Apesar dos desafios, esse controle reforçado evidencia ainda mais o papel estratégico do médico-veterinário nesse tipo de produção, como aponta o professor Juliano Pereira, da FMVZ–Unesp/Botucatu. “Embora a menor escala produtiva e o foco no bem-estar animal favoreçam o monitoramento, os riscos microbiológicos persistem e exigem atenção constante. Por isso, o médico-veterinário é peça-chave na orientação técnica e na vigilância sanitária das cadeias orgânicas, podendo atuar como responsável técnico e assegurando a conformidade com as normas vigentes.”
Formação de qualidade é essencial
Tanto na cadeia produtiva quanto na fiscalização sanitária, a atuação dos médicos-veterinários e zootecnistas exige uma formação sólida, que combine base teórica consistente com vivência prática.

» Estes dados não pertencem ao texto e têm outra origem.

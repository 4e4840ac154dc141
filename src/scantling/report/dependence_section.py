"""Variance, dependence and co-movement, in sentences; nothing is computed here."""

from __future__ import annotations

from scantling.diagnostics.autoregression import NEAR_UNIT_ROOT, Autoregression, Levels
from scantling.diagnostics.battery import Diagnosis
from scantling.diagnostics.column_levels import near_random_walks
from scantling.diagnostics.dependence import LEVEL
from scantling.diagnostics.error_findings import Finding, Worth
from scantling.diagnostics.extremes import LOWEST_SHARE
from scantling.diagnostics.variance import CO_MOVEMENT
from scantling.diagnostics.volatility import Volatility
from scantling.report.record import Diagnosed
from scantling.report.sections import heading, listing
from scantling.report.wording import (
    many,
    p_value,
    paragraph,
    share,
    shortened,
    table,
)

WORST = 5
NO_LOSS = "no loss shown"
SINGLY = 0.95
"""Extremal index above which clusters would be of 1.0 or 1.1."""


def findings_table(findings: tuple[Finding, ...]) -> list[str]:
    """A table of tests, with what each lacks here."""
    rows = [["Test", "statistic", "p", "lacks"]]
    for finding in findings:
        result = finding.result
        lacks = finding.lacks or "nothing"
        shown = f"{result.p_value:.3f}" if result.p_value >= 0.001 else "< 0.001"
        rows.append([shortened(result.test, 39), f"{result.statistic:.3g}", shown, lacks])
    return table(rows)


def lacks_lines(findings: tuple[Finding, ...], width: int) -> list[str]:
    """What the last column of the table means, where it says anything."""
    if all(finding.valid for finding in findings):
        return []
    return paragraph(
        "Lacks: what the p-value needs and was not found; such a test is shown, not used.", width
    )


def counts_lines(findings: tuple[Finding, ...], width: int) -> list[str]:
    """Lags and permutations of the tests, and the least p-value those allow."""
    results = [finding.result for finding in findings]
    words = [
        f"Tests of dependence take {many(lags, 'lag')} together."
        for lags in sorted({r.lags for r in results if r.lags is not None})
    ]
    drawn = {r.permutations: r.test.split(" of ")[0] for r in results if r.permutations}
    most, *fewer = sorted(drawn, reverse=True) or [0]
    if most:
        words.append(f"P-values by permutation come from {most:,} permutations")
        words += [f"({drawn[count]} from {count:,})" for count in fewer]
        ends = [f"{1 / (count + 1):.3g}" for count in (most, *fewer)]
        words.append(f"and are never smaller than {' and '.join(ends)}: read these as at most.")
    return paragraph(" ".join(words), width) if words else []


def volatility_words(path: Volatility) -> str:
    """The fitted volatility, without a full stop."""
    extra = f", leverage {path.leverage:.3f}" if path.leverage else ""
    return (
        f"{path.kind.upper()}(1,1) with alpha {path.alpha:.3f}{extra}, beta {path.beta:.3f}"
        f" (persistence {path.persistence:.3f})"
    )


def levels_words(path: Autoregression) -> str:
    """The fitted autoregression, without a full stop."""
    named = ", ".join(f"{value:.2f}" for value in path.coefficients)
    many = path.coefficients.size > 1
    return (
        f"persist: autoregression of order {path.coefficients.size}, coefficient"
        f"{'s' if many else ''} {named}"
    )


def level_lines(levels: Levels, rows: int, width: int) -> list[str]:
    """Whether the level persists from row to row, and what that does."""
    chance, path = p_value(levels.test.p_value), levels.autoregression
    if path is None:
        found = (
            "the signs depend on those before, but no autoregression pays for its coefficients"
            if levels.test.p_value <= LEVEL
            else "nothing shows that they persist from row to row"
        )
        return paragraph(f"Levels: {found} ({chance}).", width)
    lines = paragraph(
        f"Levels {levels_words(path)} ({chance}). Beside columns that persist as well, noise then"
        " passes a penalty made for independent errors; every simulation here draws such errors.",
        width,
    )
    if path.root >= NEAR_UNIT_ROOT:
        lines += paragraph(
            f"With a root of {path.root:.3f} they are hardly told from a random walk in"
            f" {rows:,} rows: take differences of the response, or its own lags as columns.",
            width,
        )
    return lines


def column_level_lines(found: Diagnosis, names: tuple[str, ...], width: int) -> list[str]:
    """Columns that are hardly told from random walks; nothing where there are none."""
    if found.column_levels is None:
        return []
    near = near_random_walks(found.column_levels)
    if not near:
        return []
    one = len(near) == 1
    named = listing(tuple(shortened(names[j], 30) for j in near), 3)
    also = ", as these do" if found.autoregression is not None else ""
    return paragraph(
        f"{len(near):,} of {many(len(names), 'column')} {'keeps' if one else 'keep'}"
        f" {share(NEAR_UNIT_ROOT)} or more of {'its' if one else 'their'} level from row to row"
        f" ({named}): like {'a random walk' if one else 'random walks'},"
        f" {'its' if one else 'their'} scores vary more than rows suggest wherever errors persist"
        f" as well{also}.",
        width,
    )


def variance(report: Diagnosed, width: int) -> list[str]:
    """Variance and dependence tests, volatility, co-movement."""
    found = report.diagnosis
    every = (*found.variance, *found.dependence)
    lines = heading("Variance and dependence")
    lines += findings_table(every)
    lines += lacks_lines(every, width)
    lines += counts_lines(every, width)
    lines += _scale_words(found, width)
    if found.levels is not None:
        lines += level_lines(found.levels, report.read.rows, width)
    lines += column_level_lines(found, report.read.names, width)
    lines += _order_words(report, width)
    if found.worth is not None:
        lines += worth_lines(found.worth, report.read.rows, "rows", width)
    return lines + co_movement(report, width)


def _scale_words(found: Diagnosis, width: int) -> list[str]:
    """Whether the errors' size follows what the pilot uses."""
    first = found.variance[0].result
    means = (
        "the errors' size follows the pilot's fit or its columns"
        f" ({p_value(first.p_value)}): loadings have to follow it, self-normalised ones do"
        if first.p_value <= LEVEL
        else "nothing shows that the errors' size follows the pilot's fit or its columns"
        f" ({p_value(first.p_value)}), so equal loadings are not shown to lose anything there"
    )
    return paragraph(f"Scale: {means}.", width)


def _order_words(report: Diagnosed, width: int) -> list[str]:
    """Volatility clustering, or why none is modelled."""
    clustering = report.diagnosis.clustering
    if clustering is None:
        return paragraph("Rows have no order, so dependence is not tested.", width)
    found = p_value(clustering.test.p_value)
    path = clustering.volatility
    if path is None:
        return paragraph(f"Volatility is taken as constant: {clustering.reason} ({found}).", width)
    joint = report.law.tail_index
    implied = "no finite index" if joint > 50 else f"index {joint:.1f}"
    return paragraph(
        f"Volatility clusters ({found}): {volatility_words(path)}, which with the law of the"
        f" shocks implies {implied} for the errors.",
        width,
    )


def worth_lines(worth: Worth, rows: int, noun: str, width: int) -> list[str]:
    """Clusters of extremes and effective rows, one sentence each."""
    lines = []
    extremes = worth.extremes
    if extremes is not None:
        together = (
            "Extremes come singly"
            if extremes.index > SINGLY
            else f"Extremes come in clusters of {1 / extremes.index:.1f} on average"
        )
        lines += paragraph(
            f"{together}: the {extremes.exceedances:,} largest errors count as"
            f" {extremes.clusters:.0f} separate events (extremal index {extremes.index:.2f}, 90 %"
            f" {extremes.low:.2f} to {extremes.high:.2f}).",
            width,
        )
    means = _worth_words(worth.rows, worth.rows_reference)
    tail = _worth_words(worth.tail_rows, worth.tail_rows_reference)
    each = f"for means {means}, for the tail index {tail}"
    if means == tail == NO_LOSS:
        each = f"{NO_LOSS}, neither for means nor for the tail index"
    return lines + paragraph(
        f"Worth of these {rows:,} {noun} in independent ones: {each}. A loss is shown below what"
        f" all but {share(LOWEST_SHARE)} of random orders of the same {noun} give"
        f" ({worth.rows_reference:,.0f} and {worth.tail_rows_reference:,.0f}).",
        width,
    )


def _worth_words(found: float, reference: float) -> str:
    """Effective rows, where fewer than random orders give by chance."""
    return NO_LOSS if found >= reference else f"{found:,.0f}"


def co_movement(report: Diagnosed, width: int) -> list[str]:
    """Which columns are large where the errors are, ranked by the penalty that asks for."""
    found = report.diagnosis
    ranked, names = found.co_movement, report.read.names
    together = next(f.result for f in found.variance if f.result.test == CO_MOVEMENT)
    clear = int(ranked.clear.sum())
    average = (
        "columns and errors are large on the same rows"
        if together.p_value <= LEVEL
        else "columns and errors are not shown to be large on the same rows"
    )
    which = "no column"
    if clear:
        named = tuple(names[int(j)] for j in ranked.ranked if ranked.clear[j])
        which = f"{clear:,} of {len(names):,} columns ({listing(named, 3)})"
    lines = paragraph(
        f"Size: on average {average} ({p_value(together.p_value)}); by itself {which}"
        f" {'is' if clear <= 1 else 'are'} so beyond chance (5 % risk of error over all of them)."
        " Equal loadings would need a penalty larger by this factor, self-normalised ones adapt:",
        width,
    )
    rows = [["Large where errors are large", "penalty times", "90 %", "p, all columns"]]
    for j in ranked.clear_first[:WORST]:
        chance = ranked.family_p_value[j]
        rows.append(
            [
                shortened(names[int(j)], 30),
                f"{ranked.ratio[j]:.2f}",
                f"{ranked.low[j]:.2f} to {ranked.high[j]:.2f}",
                f"{chance:.3f}",
            ]
        )
    return lines + table(rows)
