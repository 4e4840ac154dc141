"""Text of the diagnostics stage alone: of a design, or of one bare series."""

from __future__ import annotations

from collections.abc import Sequence

from scantling.diagnostics.moments import ORDERS
from scantling.diagnostics.series import SeriesDiagnosis
from scantling.report import dependence_section, sections, tails_section
from scantling.report.chart import extremes_table, path_chart
from scantling.report.dependence_section import (
    counts_lines,
    findings_table,
    lacks_lines,
    level_lines,
    levels_words,
    volatility_words,
    worth_lines,
)
from scantling.report.record import DesignDiagnosis, SeriesReport
from scantling.report.sections import heading, receipt_lines
from scantling.report.tails_section import opinion_lines, side_lines, tail_words
from scantling.report.wording import (
    ALWAYS,
    index,
    labelled,
    p_value,
    paragraph,
    shortened,
    table,
)

NARROWEST = 80


def render_series(report: SeriesReport, width: int = 80) -> str:
    """The diagnostics of one series as plain text."""
    width = max(width, NARROWEST)
    found = report.diagnosis
    lines = [f"scantling diagnose: {shortened(report.source.name, width - 20)}"]
    lines += _summary(found, width)
    lines += _tails(report, width)
    lines += _moments(found, width)
    lines += _dependence(report, width)
    lines += _law(report, width)
    lines += _cautions(found.warnings, width)
    lines += receipt_lines(report.receipt, width)
    return "\n".join(line.rstrip() for line in lines) + "\n"


def render_design_diagnosis(report: DesignDiagnosis, width: int = 80) -> str:
    """The diagnostics of a design as plain text."""
    width = max(width, NARROWEST)
    lines = [f"scantling diagnose: {shortened(report.design.title, width - 20)}"]
    for section in (
        sections.design,
        tails_section.tails,
        tails_section.moments,
        dependence_section.variance,
        sections.structure,
        sections.signal,
        sections.law,
    ):
        lines += section(report, width)
    lines += _cautions(report.diagnosis.warnings, width)
    lines += receipt_lines(report.receipt, width)
    return "\n".join(line.rstrip() for line in lines) + "\n"


def _summary(found: SeriesDiagnosis, width: int) -> list[str]:
    """The answers in four lines."""
    tail = f"not assessed: {found.note}" if found.tail is None else tail_words(found.tail)
    answers = ", ".join(f"{int(m.order)} {m.answer}" for m in found.moments)
    lines = labelled("Values", f"{found.rows:,}", width)
    lines += labelled("Tail", tail, width)
    lines += labelled("Moments", answers, width)
    if found.clustering is None or found.levels is None:
        return lines + labelled("Volatility", "not looked at: values have no order", width)
    chance = p_value(found.levels.test.p_value)
    path = found.autoregression
    kept = "nothing shows that they persist" if path is None else levels_words(path)
    lines += labelled("Levels", f"{kept} ({chance})", width)
    test = found.clustering.test
    words = "clusters" if test.p_value <= 0.05 else "no clustering found"
    return lines + labelled("Volatility", f"{words} ({p_value(test.p_value)})", width)


def _tails(report: SeriesReport, width: int) -> list[str]:
    found = report.diagnosis
    lines = heading("Tails")
    if found.tail is None:
        return lines + paragraph(f"Not assessed: {found.note}.", width)
    lines += paragraph(f"Both tails: {tail_words(found.tail)}.", width)
    if found.note:
        lines += paragraph(f"Before that: {found.note}.", width)
    lines += side_lines(found.sides, found.heavier, width)
    lines += opinion_lines(found.opinions, width)
    if found.path is not None:
        path = found.path
        lines += paragraph(
            f"Hill's index by number of largest values; most stable ('=') from {path.stable_from:,}"
            f" to {path.stable_to:,}, at {index(path.stable_index)}:",
            width,
        )
        lines += path_chart(path, width)
    return lines


def _moments(found: SeriesDiagnosis, width: int) -> list[str]:
    lines = heading("Moments")
    lines += table(
        [["Order", *(str(q) for q in ORDERS)], ["answer", *(m.answer for m in found.moments)]]
    )
    for moment in found.moments:
        lines += paragraph(
            f"Order {moment.order:g}: {moment.answer}, because {moment.reason}.", width
        )
    return lines


def _dependence(report: SeriesReport, width: int) -> list[str]:
    found = report.diagnosis
    lines = heading("Dependence")
    if not report.time_ordered or found.clustering is None:
        return lines + paragraph("Values have no order, so dependence is not tested.", width)
    lines += findings_table(found.dependence)
    lines += lacks_lines(found.dependence, width)
    lines += counts_lines(found.dependence, width)
    if found.levels is not None:
        lines += level_lines(found.levels, found.rows, width)
    path = found.clustering.volatility
    chance = p_value(found.clustering.test.p_value)
    if path is None:
        words = f"Volatility is taken as constant: {found.clustering.reason} ({chance})."
    else:
        words = f"Volatility clusters ({chance}): {volatility_words(path)}."
    lines += paragraph(words, width)
    if found.worth is not None:
        lines += worth_lines(found.worth, found.rows, "values", width)
    return lines


def _law(report: SeriesReport, width: int) -> list[str]:
    lines = sections.law(report, width)
    lines += paragraph("Largest values against the fitted law:", width)
    return lines + table(extremes_table(report.extremes))


def _cautions(warnings: Sequence[str], width: int) -> list[str]:
    lines = heading("Cautions")
    for caution in (*warnings, ALWAYS[0]):
        text = caution[0].upper() + caution[1:]
        lines += paragraph(text if text.endswith(".") else text + ".", width)
    return lines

Por isso, algumas experiências essenciais simplesmente não podem ser reproduzidas em ambiente virtual, como enfatiza Sílvio Hungaro, presidente da Comissão Técnica de Agronegócio do CRMV-SP. “A adoção do modelo EaD para cursos de Medicina Veterinária e Zootecnia é inadequada. Muitas disciplinas demandam participação ativa em aulas práticas presenciais e individualizadas. Essas atividades são fundamentais para um aprendizado completo e de qualidade”, reforça.
A coordenadora técnica médica-veterinária do Regional, Carla Maria Figueiredo de Carvalho, reforça que a formação prática é especialmente crítica para profissionais que atuam na inspeção e fiscalização sanitária, áreas em que os médicos-veterinários desempenham papel essencial. “O médico-veterinário atua em diversas frentes da fiscalização sanitária, com o objetivo de garantir a segurança dos alimentos de origem animal consumidos pela população e, assim, proteger a saúde pública.”
O professor Juliano Pereira, da FMVZ–Unesp/Botucatu, também destaca que a formação de qualidade vai além de conteúdos teóricos. “Embora o ensino à distância possa oferecer bons recursos didáticos, ele não substitui as experiências práticas vividas em laboratórios, frigoríficos e no campo. Um bom fiscal sanitário precisa de formação ampla, técnica e ética. Sem isso, há risco real de comprometer a qualidade da fiscalização e, consequentemente, a segurança dos alimentos que chegam à mesa do consumidor.”